WHAT THE TASK REQUIRES: Could you write out the opening lines of the data, word for word, stopping after the line that contains "HERE = Path(__file__).resolve().parent"?

Source records:
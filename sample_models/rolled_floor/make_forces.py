"""Write ``forces.csv`` of the rolled floor sample: simply supported beams under uniform load.

Each beam spans its element chain between two supports, so M(x) = w·x·(L − x)/2 [kN·m]
(statics of a simple span), at every eighth of each element.
"""

from __future__ import annotations

import csv
from pathlib import Path

HERE = Path(__file__).resolve().parent
#: Beam → (its elements in order, span [m], dead load [kN/m], live load [kN/m]).
BEAMS = {
    "B1": (("E11", "E12"), 9.0, 5.0, 9.0),
    "B2": (("E21", "E22"), 9.0, 3.5, 5.5),
    "B3": (("E31", "E32"), 6.0, 6.0, 10.0),
    "B4": (("E41", "E42"), 6.0, 8.0, 14.0),
}
COMBINATIONS = {"ULS 1.2D+1.6L": (1.2, 1.6), "SLS D+L": (1.0, 1.0)}


def main() -> None:
    """Write forces.csv beside this script."""
    with (HERE / "forces.csv").open("w", newline="", encoding="utf-8") as fh:
        out = csv.writer(fh, lineterminator="\n")
        out.writerow(["element", "combination", "position", "M"])
        for combination, (fd, fl) in COMBINATIONS.items():
            for elements, span, dead, live in BEAMS.values():
                w = fd * dead + fl * live
                half = span / len(elements)
                for k, element in enumerate(elements):
                    for i in range(9):
                        s = half * i / 8
                        x = k * half + s
                        out.writerow(
                            [element, combination, f"{s:.4f}", f"{w * x * (span - x) / 2:.3f}"]
                        )


if __name__ == "__main__":
    main()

YOUR RESPONSE:
filename sample_models/rolled_floor/make_forces.py
"""Write ``forces.csv`` of the rolled floor sample: simply supported beams under uniform load.

Each beam spans its element chain between two supports, so M(x) = w·x·(L − x)/2 [kN·m]
(statics of a simple span), at every eighth of each element.
"""

from __future__ import annotations

import csv
from pathlib import Path

HERE = Path(__file__).resolve().parent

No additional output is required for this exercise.